SOURCE MATERIAL START

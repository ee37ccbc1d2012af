"""Every family of distributions by name, and the one way to build a distribution."""

from __future__ import annotations

import dataclasses
import importlib
import pkgutil
from collections.abc import Collection, Mapping

from cellsim.uncertainty.distributions import catalogue
from cellsim.uncertainty.distributions.distribution import Distribution
from cellsim.uncertainty.distributions.family import (
    Family,
    ParameterError,
    ParameterValue,
    join_words,
    spell,
)
from cellsim.uncertainty.distributions.truncated import truncate

_MODULES = [
    importlib.import_module(f"{catalogue.__name__}.{name}")
    for name in sorted(module.name for module in pkgutil.iter_modules(catalogue.__path__))
]
FAMILIES: Mapping[str, Family] = {
    family.name: family for module in _MODULES for family in module.FAMILIES
}


def build_distribution(
    family: str,
    parameters: Mapping[str, ParameterValue],
    floor: float | None = None,
    cap: float | None = None,
) -> Distribution:
    """Builds a distribution.

    Args:
        family: Name of its family, a key of `FAMILIES`.
        parameters: Its parameters by key; the keys form one of the family's parameter sets.
        floor: Makes it conditional on values not below this one.
        cap: Makes it conditional on values not above this one.

    Returns:
        The distribution; with a floor or a cap the conditional one, whose mean and standard
        deviation are not those that it was asked for without them.

    Raises:
        ParameterError: The family is not known or a parameter does not fit; `key` says which.
    """
    if family not in FAMILIES:
        known = join_words(sorted(FAMILIES), "and")
        raise ParameterError("distribution", f"no distribution is called {family}; known: {known}")
    built = truncate(FAMILIES[family].build(parameters), floor, cap)
    bounds = {"floor": floor, "cap": cap}
    given = {**parameters, **{key: value for key, value in bounds.items() if value is not None}}
    words = ", ".join([family, *(f"{key} {spell(value)}" for key, value in given.items())])
    return dataclasses.replace(built, family=family, words=words)


def parameter_faults(
    family: str,
    known: Mapping[str, ParameterValue],
    keys: Collection[str],
    floor: float | None = None,
    cap: float | None = None,
) -> list[ParameterError]:
    """What is wrong with parameters of which some values may not be known yet.

    Args:
        family: Name of a family, a key of `FAMILIES`.
        known: The parameters whose values are known.
        keys: All keys given.
        floor: The floor if there is one and its value is known.
        cap: The cap if there is one and its value is known.

    Returns:
        All faults found; without unknown values, an empty list means that the distribution can be
        built.
    """
    declared = FAMILIES[family]
    faults = declared.faults({key: value for key, value in known.items() if declared.knows(key)})
    try:
        declared.set_for(keys)
        if not faults and len(known) == len(keys):
            build_distribution(family, known, floor, cap)
    except ParameterError as fault:
        faults.append(fault)
    return faults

SOURCE MATERIAL END

The lines to reproduce run from the one that contains "known: The parameters" through the last line above; copy them exactly.

__WRITTEN SOLUTION__
        known: The parameters whose values are known.
        keys: All keys given.
        floor: The floor if there is one and its value is known.
        cap: The cap if there is one and its value is known.

    Returns:
        All faults found; without unknown values, an empty list means that the distribution can be
        built.
    """
    declared = FAMILIES[family]
    faults = declared.faults({key: value for key, value in known.items() if declared.knows(key)})
    try:
        declared.set_for(keys)
        if not faults and len(known) == len(keys):
            build_distribution(family, known, floor, cap)
    except ParameterError as fault:
        faults.append(fault)
    return faults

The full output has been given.